Maybe. Before Indo opened up it was a time when there was quite a bit of traffic between the surfing communities in Sth Africa and Australia.
i took a new wilderness 5'8'' to california in '69. it had the kicked nose and a wide,12 or 14'' tail, it was only glassed with 4 oz. so it was easy to ding, lots of deck depressions. it was a total potato chip but it went really well.
i got thru maroubra boy steve saunders. travelled calif. with good mate graham cassidy and we surfed swamis,encinitas, san diego, rincon and el capitan[santa barbara].
it ended its days in hawaii in '70.
A pleasure to see , a blast from my past. had myself a few wilderness and hayden chinned hull boards, they also made a flex tail, but once again the boards were only ever suited to Angourie, the hull supposedly making the steep Anga take off more doable at the time. were really made at the time when guys were drift surfing some still suffering longboard flash backs beautiful waves nice bottom turn , cover up, and look as shit cool as you could doing it. Funny I always remember the first thing you did when you brought a wilderness or hayden board from Robert conneallys bondi shop was to get it home and tune the fin. this entailed sanding off the gloss or filler coat on the fin and showing the progressive glass layers, also making the fin more flexable. a lot of us at bondi rode those boards as being made by one of our local mates brad mayes but in reality I think the guys at the beach surfing Mc Coys round nose round tail boards were having more fun and surfing at a better level through those years. All said and done it was one of lifes great pleasures to be part of a that era and seeing that board for me is such a wonderful memory ,maybe not the mona lisa, but at the moment I reckon my smiles better than hers.
Forget the rest, I just want to see a pic of Walt riding it at solid spooks, or a nice big rolled bottom turn at the point..now that would be fun to see.

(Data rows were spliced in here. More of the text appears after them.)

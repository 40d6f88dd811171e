#!/bin/sh
# SPDX-License-Identifier: GPL-3.0-or-later
# `vernier demo [DIR]` (issue 5): the invented scene it writes, checked
# from the files against the cookbook filters and the speed of sound; what
# `vernier measure` finds in it (the amp track as REF, the DI as TARGET)
# against what the scene predicts; the all-pass it fits; the files of the
# correction; and the command line's errors.
. "$(dirname "$0")/../lib.sh"
. "$SRCDIR/tests/host/common.inc"
need_host

D=$T/demo
# One sanitized run (about three times the plain one's two seconds); the
# checks below read its files.
n="demo DIR: exit 0"
run_vernier demo "$D"
expect_rc "$n" 0
cp "$T/out" "$T/demo.out"
cp "$T/err" "$T/demo.err"

echo "-- files"
for f in bass-di.wav bass-amp.wav bass-di-aligned.wav bass-di-aligned.svg \
  bass-di-aligned.lv2/manifest.ttl commands.sh report.json \
  bass-sum-before.wav bass-sum-after.wav; do
  check "writes $f" test -s "$D/$f"
done
check "no temporary file left" test -z "$(ls -A "$D" | grep '^\.')"
check "no bass-amp-aligned file: the amp track is not the one corrected" \
  test -z "$(ls "$D" | grep '^bass-amp-aligned')"
check "the preset bundle holds the Align Strip's preset" \
  grep -q 'urn:vernier:strip-mono' "$D/bass-di-aligned.lv2/strip.ttl"
check "the preset bundle holds an All-pass preset" \
  grep -q 'urn:vernier:allpass-mono' "$D/bass-di-aligned.lv2/allpass.ttl"
check "commands.sh makes bass-di-aligned.wav from the DI, with the all-pass" \
  grep -q "vernier process .*bass-di.wav .*bass-di-aligned.wav strip .*frequency=" \
  "$D/commands.sh"

echo "-- what it prints"
check "says the scene is invented" grep -q "invented scene" "$T/demo.out"
check "says how the mic cable is wired" grep -q "pins 2 and 3 swapped" \
  "$T/demo.out"
check "prints measure's report: the amp track is REF" \
  grep -q "^REF $D/bass-amp.wav" "$T/demo.out"
check "prints measure's report: the DI is TARGET" \
  grep -q "^TARGET $D/bass-di.wav" "$T/demo.out"
# 0.473 m / 343.2146 m/s (c = 331.3 sqrt(1 + 20/273.15), time_value.h,
# common practice) = 1.37815 ms = 66.151 frames at 48 kHz.
check "prints the air delay: 47.3 cm = 1.3781 ms = 66.15 frames" \
  grep -q "47.3 cm of air at 20 C = 1.3781 ms = 66.15 frames" "$T/demo.out"
check "lists report.json among the files" grep -q "report.json" "$T/demo.out"
check "turn the monitors down before listening" \
  grep -q "turn the monitors down first" "$T/demo.out"

# The scene, rebuilt from the DI: the RBJ Audio EQ Cookbook's high-pass
# (55 Hz, q 0.707), peaking EQ (110 Hz, q 1.2, +4 dB), low-pass (4500 Hz,
# q 0.707) and all-pass (300 Hz, q 0.7), run by scipy.signal.lfilter on the
# DI delayed by 66.151 frames (an exact band-limited delay, by the FFT),
# must give the amp track: a negative gain (inverted), a delay that the
# least-squares fit of the model and its derivative moves by under 0.01
# frames, and what is left at the level of the room noise (-50 dB). A
# whole-frame delay would leave the fit 0.15 frames off.
echo "-- the scene"
check "the amp track is the DI inverted, 66.151 frames late, through the cabinet" \
  "$PY" - "$D" <<'EOF'
import sys
import numpy as np
from scipy import signal
from scipy.io import wavfile
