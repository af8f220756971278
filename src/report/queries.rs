//! Questions the tables and figures ask of a report: which stages, temperatures and
//! frequencies it covers, the typical temperature, and the emitter resistance to build.

use super::{Report, SizingRecord};

/// Ordered, distinct stage names as they appear in the report.
pub fn stage_names(report: &Report) -> Vec<String> {
    let mut names: Vec<String> = Vec::new();
    let all = report
        .stages
        .iter()
        .map(|s| &s.stage)
        .chain(report.points.iter().map(|p| &p.stage))
        .chain(report.sizing.iter().map(|s| &s.stage));
    for name in all {
        if !names.contains(name) {
            names.push(name.clone());
        }
    }
    names
}

/// Ordered, distinct temperatures of the report.
pub fn temperatures(report: &Report) -> Vec<f64> {
    let mut temps: Vec<f64> = Vec::new();
    let all = report
        .stages
        .iter()
        .map(|s| s.temperature_c)
        .chain(report.points.iter().map(|p| p.temperature_c))
        .chain(report.sizing.iter().map(|s| s.temperature_c));
    for t in all {
        if !temps.contains(&t) {
            temps.push(t);
        }
    }
    temps
}

/// Ordered, distinct frequencies of the report's drive points.
pub fn frequencies(report: &Report) -> Vec<f64> {
    let mut list: Vec<f64> = Vec::new();
    for p in &report.points {
        if !list.contains(&p.frequency_hz) {
            list.push(p.frequency_hz);
        }
    }
    list
}

/// The typical temperature: the one nearest 27 °C (room temperature, common practice).
pub fn typical_temperature(temps: &[f64]) -> Option<f64> {
    temps
        .iter()
        .copied()
        .min_by(|a, b| (a - 27.0).abs().total_cmp(&(b - 27.0).abs()))
}

/// The emitter resistance to build for `stage`: the largest of its per-temperature least
/// values, offered only when sizing met the budget at every temperature (and corner) and every
/// scanned value between each least value and that largest one passed every line too.
pub fn value_to_build(report: &Report, stage: &str) -> Option<f64> {
    let records: Vec<&SizingRecord> = report.sizing.iter().filter(|s| s.stage == stage).collect();
    if records.is_empty() || !records.iter().all(|s| s.met) {
        return None;
    }
    let largest = records
        .iter()
        .filter_map(|s| s.emitter_resistance_ohm)
        .reduce(f64::max)?;
    let holds = records.iter().all(|s| {
        let least = s.emitter_resistance_ohm.unwrap_or(largest);
        s.scan
            .iter()
            .filter(|t| t.emitter_resistance_ohm >= least && t.emitter_resistance_ohm <= largest)
            .all(|t| {
                t.margins.iter().all(|m| m.is_none_or(|m| m >= 0.0))
                    && t.headroom_v.is_none_or(|h| h >= 0.0)
            })
    });
    holds.then_some(largest)
}
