//! `report.md` and `report.html`: the datasheet-ready report with its figures.

use super::write::OutputFile;
use super::Report;
use crate::error::Error;
use crate::plots::{self, Figure};

/// Renders the figures (SVG and PNG) and the two report documents.
pub fn render_files(report: &Report) -> Result<Vec<OutputFile>, Error> {
    let figures: Vec<Figure> = plots::render_all(report)?;
    let mut files = Vec::new();
    for figure in &figures {
        files.push(OutputFile {
            name: format!("{}.svg", figure.stem),
            bytes: figure.svg.clone().into_bytes(),
        });
        files.push(OutputFile {
            name: format!("{}.png", figure.stem),
            bytes: figure.png.clone(),
        });
    }
    Ok(files)
}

Me too. I reckon it'd spit him off real quick. Rolled bottom into a full hull nose and the S-deck accompanied by curved, no edge rails would have the young bloke winding up the windows real quick I reckon.
From Chris Brock:
"Most of the readers comments are somewhat off the mark about these boards. I am pretty sure I shaped this board because of the lead in rocker and the pinch on the centre of the rail, plus the roll is stopped toward the centre to tail. This is the thing most of the people who tried to imitate hulls did wrong.
The first hull I ever shaped I rolled it too far back on the rail, while surfing I would put it on rail and it would just stay there, so I ripped all the glass off it and reshaped it. That is the board I am riding in the second half of the 'Inner Most Limits' at Pippy beach and Angourie. It was Country Soul in those days before Wilderness. These boards were the first steps that led to the tri-plane flex tail I'm riding in 'Morning of the Earth' and a few rides in the newly resurfaced Paul Witzig underground movie 'Animals'.

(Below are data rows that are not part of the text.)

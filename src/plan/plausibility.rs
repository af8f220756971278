//! Values a plan may give but a bipolar stage rarely has: accepted, with a caution the report
//! words as a warning, naming the key, where it is written and the usual range. (Values no
//! stage can have are refused where they are read; see `specs/README.md` for both lists.)

use super::reader::{At, MapAt};
use super::STAGE_KEYS;
use crate::error::PlanError;
use crate::model::drive::Drive;
use crate::model::plan::PlanCaution;
use crate::model::stage::Stage;

/// Usual supplies of a bipolar stage, V: below 1.5 V a pair has no room for V_BE and its load
/// drop; above 40 V few integrated processes go.
pub const USUAL_SUPPLY_V: (f64, f64) = (1.5, 40.0);
/// Usual tail currents, A.
pub const USUAL_TAIL_CURRENT_A: (f64, f64) = (100e-9, 100e-3);
/// Usual load resistances, Ω.
pub const USUAL_LOAD_OHM: (f64, f64) = (10.0, 1e6);
/// Usual series resistances (source, emitter, base), Ω.
pub const USUAL_SERIES_OHM: (f64, f64) = (0.0, 1e6);
/// Usual saturation currents of an integrated transistor, A.
pub const USUAL_SATURATION_CURRENT_A: (f64, f64) = (1e-22, 1e-12);
/// Usual current gains.
pub const USUAL_BETA: (f64, f64) = (5.0, f64::INFINITY);
/// Usual Early voltages, V.
pub const USUAL_EARLY_V: (f64, f64) = (5.0, f64::INFINITY);
/// Temperatures over which bipolar processes are usually characterised, °C (the military
/// range, common practice).
pub const USUAL_TEMPERATURE_C: (f64, f64) = (-55.0, 150.0);
/// Usual drive frequencies, Hz (beyond the transit frequency of any bipolar device).
pub const USUAL_FREQUENCY_HZ: (f64, f64) = (0.0, 1e12);

fn caution(
    at: &At,
    value: f64,
    unit: &'static str,
    usual: (f64, f64),
    concern: &'static str,
) -> Option<PlanCaution> {
    (value < usual.0 || value > usual.1).then(|| PlanCaution {
        key_path: at.path.clone(),
        location: String::new(),
        line: at.node.line,
        column: at.node.column,
        value,
        unit,
        usual,
        concern,
    })
}

/// The cautions of an otherwise valid plan, in plan order.
pub fn cautions(
    top: &MapAt,
    stage_items: &[At],
    temperatures_c: &[f64],
    stages: &[Stage],
    drive: &Drive,
) -> Result<Vec<PlanCaution>, PlanError> {
    let mut out = Vec::new();
    if let Some(at) = top.get("temperatures_c") {
        for (item, t) in at.seq("temperatures")?.iter().zip(temperatures_c) {
            out.extend(caution(
                item,
                *t,
                "°C",
                USUAL_TEMPERATURE_C,
                "outside the range bipolar processes are characterised over",
            ));
        }
    }
    for (item, stage) in stage_items.iter().zip(stages) {
        let map = item.map(STAGE_KEYS)?;
        let mut check = |key: &str,
                         value: f64,
                         unit: &'static str,
                         usual: (f64, f64),
                         concern: &'static str| {
            if let Some(at) = map.get(key) {
                out.extend(caution(&at, value, unit, usual, concern));
            }
        };
        check(
            "tail_current",
            stage.tail_current,
            "A",
            USUAL_TAIL_CURRENT_A,
            "an unusual bias current for one differential pair",
        );
        check(
            "load_resistance",
            stage.load_resistance,
            "Ω",
            USUAL_LOAD_OHM,
            "an unusual load for one side of a pair",
        );
        check(
            "supply",
            stage.supply_v(),
            "V",
            USUAL_SUPPLY_V,
            "an unusual supply for a bipolar stage",
        );
        check(
            "emitter_resistance",
            stage.emitter_resistance,
            "Ω",
            USUAL_SERIES_OHM,
            "a degeneration so large the pair hardly conducts signal",
        );
        check(
            "source_resistance",
            stage.source_resistance,
            "Ω",
            USUAL_SERIES_OHM,
            "a source so resistive the base current sets the bias",
        );
        if let Some(transistor) = map.get("transistor") {
            let t = transistor.map(super::TRANSISTOR_KEYS)?;
            let device = &stage.transistor;
            for (key, value, unit, usual, concern) in [
                (
                    "saturation_current",
                    device.saturation_current,
                    "A",
                    USUAL_SATURATION_CURRENT_A,
                    "outside the saturation currents of integrated transistors",
                ),
                (
                    "beta",
                    device.beta,
                    "",
                    USUAL_BETA,
                    "a current gain so low the base current dominates",
                ),
                (
                    "early_voltage",
                    device.early_voltage,
                    "V",
                    USUAL_EARLY_V,
                    "an Early voltage so low the output conductance dominates",
                ),
                (
                    "nominal_temperature_c",
                    device.nominal_temperature_c,
                    "°C",
                    USUAL_TEMPERATURE_C,
                    "outside the range bipolar processes are characterised over",
                ),
                (
                    "base_resistance",
                    device.base_resistance,
                    "Ω",
                    USUAL_SERIES_OHM,
                    "an unusually large base resistance",
                ),
            ] {
                if let Some(at) = t.get(key) {
                    out.extend(caution(&at, value, unit, usual, concern));
                }
            }
        }
    }
    // A peak differential input above every stage's supply cannot be applied to any of them.
    let largest_supply = stages.iter().map(Stage::supply_v).fold(0.0, f64::max);
    let largest_amplitude = drive.largest_amplitude();
    if let Some(drive_at) = top.get("drive") {
        let drive_map = drive_at.map(super::DRIVE_KEYS)?;
        if let Some(at) = drive_map.get("amplitudes") {
            out.extend(caution(
                &at,
                largest_amplitude,
                "V",
                (0.0, largest_supply),
                "a peak differential input larger than the supply",
            ));
        }
        if let Some(at) = drive_map.get("frequencies") {
            let highest = drive.frequencies.iter().copied().fold(0.0, f64::max);
            out.extend(caution(
                &at,
                highest,
                "Hz",
                USUAL_FREQUENCY_HZ,
                "beyond the transit frequency of any bipolar transistor",
            ));
        }
    }
    Ok(out)
}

The most important thing you had to have to ride these boards was the correct surfing technique. At this time just after mals, a lot of surfers who had been riding mals had their torso facing forward and not to the wave with the front foot across the board, this kept the body weight more centred on the board allowing you to surf these boards which a lot of people didn't jerry to in those days and that's why they couldn't surf them and said they didn't work. I myself had to change my stance because I had the torso forward from years on mals doing drop knee turns, nose riding and rail to rail bicycle stance.
Our main inspiration to build these boards was Greenough's ability to turn and trim off the one point over the fin, cutting out jumping forward to trim in tubes then getting back to turn. These boards did give you the ability to turn to get high again in the tube and also the beautiful feeling of their rail turns especially the roundhouse cut back then turn again under the pocket. The only person in the world who surfed like this was George Greenough on his spoon so you can understand at the time he was an incredible inspiration."